While planning my wedding a few years ago I had this crazy idea to make my own wedding cake. I did a lot of research and tried a lot of recipes. In the end I decided to let someone else worry about the cake, which turned out to be an incredibly smart decision, but along the way I made the most amazing discovery— meringue buttercream.
Meringue buttercream is exactly what is sounds like, light meringue meets sweet buttercream. It’s buttery, but also light. It’s sweet, but not tooth-achingly sweet. To put it simply, it’s amazing. It falls into two categories, Swiss Meringue Buttercream and Italian Meringue Buttercream, the difference being how the sugar and eggs are cooked. I’ve made both and the end result is the same.
I admit that meringue buttercream is a little more complicated to make than other icings, and that can be intimidating. But my hope is to break it down and show you how very doable it is. Anyone can make it! And you definitely should make this, trust me.
The full recipe is below, but the required ingredients for Italian Meringue Buttercream are: egg whites, butter, sugar, water, and vanilla extract. You’ll also need a small saucepan, whisk, candy thermometer, and a stand mixer. And since this is a recipe where things happen quickly once you get going, it’s best to have everything out and ready to go before you begin.
Ready? Let’s begin! First, combine the sugar and water in a small saucepan.
Then set the saucepan over medium heat, stirring occasionally with the whisk.
Bring the sugar to a boil. Once it starts boiling, stop stirring and insert a candy thermometer.
Now is a good time to make sure you have everything else ready to go. Put the egg whites in the stand mixer.
And have your butter cubed and ready nearby.
Once the sugar reaches about 225 degrees F, start whipping the egg whites on medium high speed. The goal is to get the egg whites whipped to soft peaks by the time the sugar reaches 238 degrees, or “soft ball” stage.
Once the sugar reaches the soft ball stage, remove it from the heat.
With the mixer on low speed, pour the sugar into the whipped egg whites in a small, steady stream. Be careful to pour it directly into the egg whites without hitting the side of the bowl or the beater.

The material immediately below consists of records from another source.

/** Rules for expression nodes. Grammars share most names; where one name has two shapes, the rule reads both. */
import type { Code } from '../syntax.ts';
import { child, childrenOf, type Lowering, namedChildren, opaque, place, type Rule } from './rules.ts';
import type { Raw } from './raw.ts';

/** The grammars of C and C++ take a sign into the literal. */
const literal: Rule = (raw, at) => {
  const written = at.textOf(raw);
  const sign = /^[-+]\s*/.exec(written);
  if (!sign) return { kind: 'literal', text: written, ...place(raw) };
  const operand: Code = { kind: 'literal', text: written.slice(sign[0].length), start: raw.start + sign[0].length, end: raw.end };
  return { kind: 'unary', operator: written.slice(0, 1), operand, ...place(raw) };
};
const name: Rule = (raw, at) => ({ kind: 'name', text: at.textOf(raw), ...place(raw) });

/** The only expression inside brackets; several (a comma expression) stay opaque. */
const group: Rule = (raw, at) => {
  const inner = namedChildren(raw);
  const [only] = inner;
  return only && inner.length === 1 ? { kind: 'group', inner: at.lower(only), ...place(raw) } : opaque(raw, at);
};

/** A node that stands for its only child (`argument`, `literal_element`, `expression_list` of one). */
const transparent: Rule = (raw, at) => {
  const inner = namedChildren(raw);
  const [only] = inner;
  return only && inner.length === 1 ? at.lower(only) : { kind: 'list', items: inner.map(at.lower), ...place(raw) };
};

const operatorOf = (raw: Raw): Raw | undefined => child(raw, 'operator') ?? raw.children.find((c) => !c.named);

const binary: Rule = (raw, at) => {
  const parts = namedChildren(raw);
  const left = child(raw, 'left') ?? parts[0];
  const right = child(raw, 'right') ?? parts[parts.length - 1];
  const operator = operatorOf(raw);
  if (!left || !right || !operator || left === right) return opaque(raw, at);
  return { kind: 'binary', operator: at.textOf(operator), operatorStart: operator.start, left: at.lower(left), right: at.lower(right), ...place(raw) };
};

/** `a < b <= c` in Python is (a < b) and (b <= c). */
const comparison: Rule = (raw, at) => {
  const sides = raw.children.filter((c) => c.named && c.field !== 'operators').map(at.lower);
  const operators = childrenOf(raw, 'operators');
  let whole: Code | null = null;
  operators.forEach((operator, i) => {
    const [left, right] = [sides[i], sides[i + 1]];
    if (!left || !right) return;
    const one: Code = { kind: 'binary', operator: at.textOf(operator), operatorStart: operator.start, left, right, start: left.start, end: right.end };
    whole = whole ? { kind: 'binary', operator: 'and', operatorStart: operator.start, left: whole, right: one, ...place(raw) } : one;
  });
  return whole ?? opaque(raw, at);
};

const unary: Rule = (raw, at) => {
  const operand = child(raw, 'argument') ?? child(raw, 'operand') ?? namedChildren(raw)[0];
  const operator = operatorOf(raw);
  if (operator && /^(?:\+\+|--)$/.test(at.textOf(operator))) return update(raw, at);
  return operand && operator && operator.start < operand.start ? { kind: 'unary', operator: at.textOf(operator), operand: at.lower(operand), ...place(raw) } : opaque(raw, at);
};

const not: Rule = (raw, at) => {
  const operand = child(raw, 'argument') ?? namedChildren(raw)[0];
  return operand ? { kind: 'unary', operator: 'not', operand: at.lower(operand), ...place(raw) } : opaque(raw, at);
};

/** Type arguments of a call (`std::exp<double>`) say nothing about what is computed. */
const templated: Rule = (raw, at) => {
  const callee = child(raw, 'name') ?? child(raw, 'function') ?? namedChildren(raw)[0];
  if (!callee) return opaque(raw, at);
  const type = child(raw, 'arguments') ?? child(raw, 'type_arguments');
  if (type && /^(?:static_cast|const_cast|reinterpret_cast|dynamic_cast)$/.test(at.textOf(callee))) {
    return { kind: 'name', text: `${at.textOf(callee)}${at.textOf(type).replace(/\s+/g, '')}`, ...place(raw) };
  }
  const lowered = at.lower(callee);
  return { ...lowered, end: raw.end };
};

const qualified: Rule = (raw, at) => {
  const outer = child(raw, 'scope') ?? child(raw, 'path') ?? child(raw, 'qualifier');
  const inner = child(raw, 'name') ?? namedChildren(raw).at(-1);
  if (!inner) return opaque(raw, at);
  if (!outer || outer === inner) return at.lower(inner);
  const last = at.lower(inner);
  const separator = raw.children.find((c) => !c.named);
  return attach(at.lower(outer), last, separator ? at.textOf(separator) : '.', raw);
};

/** Hangs the path `inner` (a name or a member chain) below `outer`. */
function attach(outer: Code, inner: Code, separator: string, raw: Raw): Code {
  if (inner.kind === 'name') return { kind: 'member', object: outer, name: inner.text, separator, ...place(raw) };
  if (inner.kind === 'member') return { kind: 'member', object: attach(outer, inner.object, separator, raw), name: inner.name, separator: inner.separator, ...place(raw) };
  return { kind: 'opaque', what: 'qualified name', parts: [inner], ...place(raw) };
}

const member: Rule = (raw, at) => {
  const inside = namedChildren(raw);
  const object = child(raw, 'object') ?? child(raw, 'argument') ?? child(raw, 'value') ?? child(raw, 'operand') ?? child(raw, 'expression');
  const property = child(raw, 'property') ?? child(raw, 'field') ?? child(raw, 'attribute') ?? child(raw, 'name') ?? inside.at(-1);
  if (!property) return opaque(raw, at);
  const dots = raw.children.find((c) => !c.named || c.type === 'optional_chain');
  const separator = dots ? at.textOf(dots) : '.';
  if (object && object !== property) return { kind: 'member', object: at.lower(object), name: at.textOf(property).replace(/<.*$/s, ''), separator, ...place(raw) };
  // `this.m` in C# has no node for `this`.
  return { kind: 'name', text: at.textOf(raw).replace(/\s+/g, ''), ...place(raw) };
};

function argumentsOf(raw: Raw | undefined, at: Lowering): readonly Code[] {
  return raw ? namedChildren(raw).map(at.lower) : [];
}

const call: Rule = (raw, at) => {
  const callee = child(raw, 'function') ?? child(raw, 'constructor') ?? namedChildren(raw)[0];
  if (!callee) return opaque(raw, at);
  const args = argumentsOf(child(raw, 'arguments'), at);
  const lowered = at.lower(callee);
  const cast = lowered.kind === 'name' ? /^\w+_cast<(.*)>$/.exec(lowered.text) : null;
  const [only] = args;
  if (cast && only && args.length === 1) return { kind: 'cast', type: cast[1] ?? '', operand: only, ...place(raw) };
  return { kind: 'call', callee: lowered, args, ...place(raw) };
};

/** Java: `object.name(args)` in one node. */
const invocation: Rule = (raw, at) => {
  const object = child(raw, 'object');
  const callee = child(raw, 'name');
  if (!callee) return opaque(raw, at);
  const head: Code = object
    ? { kind: 'member', object: at.lower(object), name: at.textOf(callee), separator: '.', start: object.start, end: callee.end }
    : { kind: 'name', text: at.textOf(callee), ...place(callee) };
  return { kind: 'call', callee: head, args: argumentsOf(child(raw, 'arguments'), at), ...place(raw) };
};

const conditional: Rule = (raw, at) => {
  const parts = namedChildren(raw);
  const condition = child(raw, 'condition');
  const [then, otherwise] = [child(raw, 'consequence'), child(raw, 'alternative')];
  if (condition && then && otherwise) return { kind: 'conditional', condition: at.lower(condition), then: at.lower(then), otherwise: at.lower(otherwise), ...place(raw) };
  const [a, b, c] = parts;
  // Python: value if condition else value.
  return a && b && c && !condition ? { kind: 'conditional', condition: at.lower(b), then: at.lower(a), otherwise: at.lower(c), ...place(raw) } : opaque(raw, at);
};

const cast: Rule = (raw, at) => {
  const value = child(raw, 'value') ?? namedChildren(raw).find((c) => c.field !== 'type' && !/type/.test(c.type));
  const type = child(raw, 'type') ?? namedChildren(raw).find((c) => c !== value);
  return value && type ? { kind: 'cast', type: at.textOf(type).replace(/^<|>$/g, ''), operand: at.lower(value), ...place(raw) } : opaque(raw, at);
};

const index: Rule = (raw, at) => {
  const [object, ...rest] = namedChildren(raw);
  if (!object) return opaque(raw, at);
  return { kind: 'index', object: at.lower(object), args: rest.flatMap((r) => (/list/.test(r.type) && r.type !== 'list' ? argumentsOf(r, at) : [at.lower(r)])), ...place(raw) };
};

const list: Rule = (raw, at) => ({ kind: 'list', items: namedChildren(raw).map(at.lower), ...place(raw) });

/** `T{1}`, `[]float64{1, 2}`, `new double[] {1.0}`: the initializer is what counts; of a scalar type with one item it is a cast. */
const constructed: Rule = (raw, at) => {
  const body = child(raw, 'value') ?? child(raw, 'body') ?? namedChildren(raw).find((c) => /initializer|literal_value/.test(c.type));
  const type = child(raw, 'type');
  if (!body) return opaque(raw, at);
  const items = namedChildren(body).map(at.lower);
  const [only] = items;
  if (type && only && items.length === 1 && /^[\w:]+$/.test(at.textOf(type))) return { kind: 'cast', type: at.textOf(type), operand: only, ...place(raw) };
  return { kind: 'list', items, ...place(raw) };
};

const keyword: Rule = (raw, at) => {
  const value = child(raw, 'value');
  const key = child(raw, 'name');
  return value && key ? { kind: 'named', name: at.textOf(key), value: at.lower(value), ...place(raw) } : opaque(raw, at);
};

const argument: Rule = (raw, at) => {
  const key = child(raw, 'name');
  const value = namedChildren(raw).find((c) => c !== key);
  return key && value ? { kind: 'named', name: at.textOf(key), value: at.lower(value), ...place(raw) } : transparent(raw, at);
};

const inner: Rule = (raw, at) => {
  const [first] = namedChildren(raw);
  return first ? at.lower(first) : opaque(raw, at);
};

/** `x++` gives its variable another value. */
const update: Rule = (raw, at) => {
  const target = child(raw, 'argument') ?? namedChildren(raw)[0];
  return target ? { kind: 'assign', target: at.lower(target), operator: '++', value: { kind: 'opaque', what: 'changed value', parts: [], ...place(raw) }, type: '', ...place(raw) } : opaque(raw, at);
};

const text: Rule = (raw) => ({ kind: 'opaque', what: 'text', parts: [], ...place(raw) });

/** `-1` alone is a unary; C# names its operators without a field. */
export const EXPRESSIONS: Readonly<Record<string, Rule>> = {
  number_literal: literal,
  number: literal,
  integer: literal,
  float: literal,
  float_literal: literal,
  integer_literal: literal,
  int_literal: literal,
  imaginary_literal: literal,
  real_literal: literal,
  decimal_integer_literal: literal,
  decimal_floating_point_literal: literal,
  hex_integer_literal: literal,
  hex_floating_point_literal: literal,
  octal_integer_literal: literal,
  binary_integer_literal: literal,
  user_defined_literal: (raw, at) => {
    const [value] = namedChildren(raw);
    return value?.type === 'number_literal' ? { kind: 'literal', text: at.textOf(raw), ...place(raw) } : opaque(raw, at);
  },
  identifier: name,
  field_identifier: name,
  type_identifier: name,
  namespace_identifier: name,
  package_identifier: name,
  property_identifier: name,
  primitive_type: name,
  predefined_type: name,
  this: name,
  self: name,
  super: name,
  implicit_parameter: name,
  parenthesized_expression: group,
  argument: argument,
  literal_element: transparent,
  expression_list: transparent,
  condition_clause: inner,
  non_null_expression: inner,
  checked_expression: inner,
  await_expression: opaque,
  reference_expression: inner,
  binary_expression: binary,
  binary_operator: binary,
  boolean_operator: binary,
  comparison_operator: comparison,
  unary_expression: unary,
  unary_operator: unary,
  prefix_unary_expression: unary,
  pointer_expression: (raw, at) => {
    const operand = child(raw, 'argument');
    return operand ? { kind: 'unary', operator: at.textOf(raw).slice(0, 1), operand: at.lower(operand), ...place(raw) } : opaque(raw, at);
  },
  not_operator: not,
  update_expression: update,
  postfix_unary_expression: (raw, at) => (/(?:\+\+|--)$/.test(at.textOf(raw)) ? update(raw, at) : inner(raw, at)),
  inc_statement: update,
  dec_statement: update,
  template_function: templated,
  template_method: templated,
  generic_function: templated,
  generic_name: (raw, at) => {
    const [first] = namedChildren(raw);
    return first ? { ...at.lower(first), end: raw.end } : opaque(raw, at);
  },
  qualified_identifier: qualified,
  scoped_identifier: qualified,
  qualified_name: qualified,
  alias_qualified_name: qualified,
  member_expression: member,
  field_expression: member,
  attribute: member,
  member_access_expression: member,
  selector_expression: member,
  field_access: member,
  call_expression: call,
  call: call,
  invocation_expression: call,
  type_conversion_expression: (raw, at) => {
    const [type, operand] = [child(raw, 'type'), child(raw, 'operand')];
    return type && operand ? { kind: 'cast', type: at.textOf(type), operand: at.lower(operand), ...place(raw) } : opaque(raw, at);
  },
  method_invocation: invocation,
  conditional_expression: conditional,
  ternary_expression: conditional,
  cast_expression: cast,
  as_expression: cast,
  satisfies_expression: cast,
  type_assertion: cast,
  type_cast_expression: cast,
  subscript_expression: index,
  subscript: index,
  index_expression: index,
  array_access: index,
  element_access_expression: index,
  initializer_list: list,
  initializer_expression: list,
  array_initializer: list,
  array_expression: list,
  array: list,
  list,
  tuple: list,
  tuple_expression: list,
  compound_literal_expression: constructed,
  composite_literal: constructed,
  array_creation_expression: constructed,
  implicit_array_creation_expression: constructed,
  keyword_argument: keyword,
  string: text,
  string_literal: text,
  interpreted_string_literal: text,
  raw_string_literal: text,
  char_literal: text,
  character_literal: text,
  verbatim_string_literal: text,
};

Once the sugar is all added, increase the speed to high and beat until the mixture cools to room temperature. During this time the hot sugar will cook the egg whites.
I test the temperature by placing my hand on the bowl and know it’s ready when it is no longer too hot to touch.
Now it’s time to add the butter.
Reduce the mixer speed to medium and add the butter a few tablespoons at a time.
When all of the butter has been added, pour in the vanilla extract.
Then increase the speed to high and beat the buttercream for a few minutes until it is completely smooth.
This is what you want, a smooth and light mixture. Go ahead and taste it, and prepare to be blown away.
Like I said, it can be tricky. But it’s worth it!
Use the buttercream right away, or store it for later. In a covered container it will last up to one week in the fridge and several months in the freezer.
When you’re ready to use it, bring it completely back to room temperature. Then return it to the stand mixer and beat on high for several minutes. It’s likely that it will separate as you whip it, but should come back together again after five minutes or so.
So, what can you do with your Italian Meringue Buttercream?
You can frost some raspberry cupcakes.
Flavor it with coconut for this Southern Coconut Cake.
Or use brown sugar to make a brown sugar meringue buttercream for this Triple Browned Cake.
You simply can’t go wrong with Italian Meringue Buttercream. Next time you’re icing a cake, give this recipe a try. I hope you’ll love it as much as I do, I’m sure you will!
Adapted from Cake Art
Makes 4 cups
1 cup sugar
1/4 cup water
4 egg whites
2 cups (1 pound) butter, at room temperature
1 teaspoon vanilla extract
Combine the water and sugar in a saucepan over medium heat. Bring the mixture to a boil, stirring occasionally. Once it boils, stop stirring and insert a candy thermometer.
Meanwhile, whip the egg whites in the bowl of a stand mixture to soft peaks. When the sugar is at 238 degrees, add it to the egg whites in a slow steady stream with the mixer on medium speed.
Increase the speed to high and beat until cooled to room temperature.
Add the butter a few tablespoons at a time, while continuing to mix on medium high speed. Add the vanilla. Increase the speed to high and beat until smooth.